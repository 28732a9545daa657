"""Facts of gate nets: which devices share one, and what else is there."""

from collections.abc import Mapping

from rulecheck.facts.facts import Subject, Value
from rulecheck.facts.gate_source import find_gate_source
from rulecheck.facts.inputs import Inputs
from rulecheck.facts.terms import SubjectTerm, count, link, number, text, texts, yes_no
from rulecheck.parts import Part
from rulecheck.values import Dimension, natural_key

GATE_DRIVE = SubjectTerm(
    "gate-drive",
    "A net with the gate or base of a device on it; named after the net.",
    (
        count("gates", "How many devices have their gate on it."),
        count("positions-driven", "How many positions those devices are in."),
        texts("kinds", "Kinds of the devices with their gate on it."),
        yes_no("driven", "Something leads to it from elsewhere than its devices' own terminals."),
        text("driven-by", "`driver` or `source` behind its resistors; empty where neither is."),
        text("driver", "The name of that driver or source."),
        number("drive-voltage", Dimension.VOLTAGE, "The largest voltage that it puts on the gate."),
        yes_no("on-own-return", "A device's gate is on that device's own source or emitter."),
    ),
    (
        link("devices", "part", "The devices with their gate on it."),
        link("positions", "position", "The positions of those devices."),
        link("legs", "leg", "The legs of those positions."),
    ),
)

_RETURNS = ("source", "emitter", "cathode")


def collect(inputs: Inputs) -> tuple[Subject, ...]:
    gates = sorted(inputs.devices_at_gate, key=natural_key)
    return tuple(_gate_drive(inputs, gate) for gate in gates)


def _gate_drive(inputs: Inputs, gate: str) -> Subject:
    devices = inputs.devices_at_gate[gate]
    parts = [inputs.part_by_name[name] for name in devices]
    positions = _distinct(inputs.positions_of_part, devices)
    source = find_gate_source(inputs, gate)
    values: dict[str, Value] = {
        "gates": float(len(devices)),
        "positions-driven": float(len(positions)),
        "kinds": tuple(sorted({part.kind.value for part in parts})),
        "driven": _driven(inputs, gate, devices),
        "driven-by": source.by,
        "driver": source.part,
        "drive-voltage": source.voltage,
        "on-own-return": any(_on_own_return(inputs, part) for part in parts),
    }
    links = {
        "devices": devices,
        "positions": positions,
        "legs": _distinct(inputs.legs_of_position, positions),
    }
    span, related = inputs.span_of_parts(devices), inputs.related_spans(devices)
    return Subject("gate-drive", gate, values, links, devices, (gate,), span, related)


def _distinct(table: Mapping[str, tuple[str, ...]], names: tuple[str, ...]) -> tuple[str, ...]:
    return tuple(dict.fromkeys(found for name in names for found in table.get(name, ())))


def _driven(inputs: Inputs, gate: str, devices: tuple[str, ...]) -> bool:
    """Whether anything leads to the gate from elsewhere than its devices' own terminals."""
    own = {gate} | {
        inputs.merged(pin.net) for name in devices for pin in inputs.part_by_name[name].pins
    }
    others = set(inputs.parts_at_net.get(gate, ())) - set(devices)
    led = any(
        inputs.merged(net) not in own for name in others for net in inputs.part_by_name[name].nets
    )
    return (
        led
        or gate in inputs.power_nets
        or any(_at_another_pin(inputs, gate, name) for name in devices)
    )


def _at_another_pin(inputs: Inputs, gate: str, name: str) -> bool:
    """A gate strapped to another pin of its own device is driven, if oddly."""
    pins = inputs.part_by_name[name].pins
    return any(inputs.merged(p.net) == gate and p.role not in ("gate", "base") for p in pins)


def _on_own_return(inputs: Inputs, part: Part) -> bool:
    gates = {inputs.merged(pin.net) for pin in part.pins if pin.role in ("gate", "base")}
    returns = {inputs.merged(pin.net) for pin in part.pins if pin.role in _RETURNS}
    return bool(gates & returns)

----

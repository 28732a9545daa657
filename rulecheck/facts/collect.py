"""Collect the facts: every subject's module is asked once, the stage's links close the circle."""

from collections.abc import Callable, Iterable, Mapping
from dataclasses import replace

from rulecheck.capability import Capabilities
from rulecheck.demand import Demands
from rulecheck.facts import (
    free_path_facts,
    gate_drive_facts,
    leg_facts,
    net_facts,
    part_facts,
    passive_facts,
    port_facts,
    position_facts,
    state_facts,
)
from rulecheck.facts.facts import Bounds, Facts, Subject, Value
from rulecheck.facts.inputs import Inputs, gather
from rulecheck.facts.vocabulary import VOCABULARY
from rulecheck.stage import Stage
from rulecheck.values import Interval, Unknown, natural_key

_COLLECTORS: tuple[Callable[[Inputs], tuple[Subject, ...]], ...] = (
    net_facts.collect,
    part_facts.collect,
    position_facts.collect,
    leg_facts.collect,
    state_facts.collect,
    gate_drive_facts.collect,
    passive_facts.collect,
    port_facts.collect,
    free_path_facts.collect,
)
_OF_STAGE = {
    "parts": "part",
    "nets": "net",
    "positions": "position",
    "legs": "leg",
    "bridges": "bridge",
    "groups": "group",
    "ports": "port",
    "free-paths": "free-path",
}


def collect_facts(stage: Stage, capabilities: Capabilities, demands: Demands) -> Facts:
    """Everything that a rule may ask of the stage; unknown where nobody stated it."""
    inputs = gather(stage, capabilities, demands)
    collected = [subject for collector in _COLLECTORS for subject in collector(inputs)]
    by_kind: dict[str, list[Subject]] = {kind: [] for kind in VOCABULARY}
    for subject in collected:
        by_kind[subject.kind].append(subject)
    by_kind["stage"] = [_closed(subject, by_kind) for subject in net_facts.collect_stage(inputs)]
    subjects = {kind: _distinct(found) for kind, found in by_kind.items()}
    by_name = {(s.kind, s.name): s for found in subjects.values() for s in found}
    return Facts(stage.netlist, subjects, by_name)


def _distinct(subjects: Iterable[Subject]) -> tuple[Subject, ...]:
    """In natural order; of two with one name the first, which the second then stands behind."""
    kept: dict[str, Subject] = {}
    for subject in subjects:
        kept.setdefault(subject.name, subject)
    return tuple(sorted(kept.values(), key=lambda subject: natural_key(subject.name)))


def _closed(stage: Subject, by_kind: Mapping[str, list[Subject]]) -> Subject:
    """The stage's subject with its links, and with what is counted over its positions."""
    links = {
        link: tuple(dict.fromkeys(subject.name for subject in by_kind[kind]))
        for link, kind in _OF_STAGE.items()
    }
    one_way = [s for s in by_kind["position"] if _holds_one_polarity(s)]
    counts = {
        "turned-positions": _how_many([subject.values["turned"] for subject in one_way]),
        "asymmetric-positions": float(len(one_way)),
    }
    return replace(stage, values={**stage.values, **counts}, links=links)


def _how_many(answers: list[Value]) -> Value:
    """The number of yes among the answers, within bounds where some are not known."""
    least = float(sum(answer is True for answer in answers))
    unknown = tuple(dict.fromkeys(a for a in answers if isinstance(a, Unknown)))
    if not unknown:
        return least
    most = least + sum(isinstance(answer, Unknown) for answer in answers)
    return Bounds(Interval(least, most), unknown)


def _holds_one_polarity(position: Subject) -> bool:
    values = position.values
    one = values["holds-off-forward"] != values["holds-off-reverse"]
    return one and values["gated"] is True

----

§ What you have to do:
All lines of the entries containing the string "which" must be shown in full.

§ Task result:
"""Facts of gate nets: which devices share one, and what else is there."""
    """In natural order; of two with one name the first, which the second then stands behind."""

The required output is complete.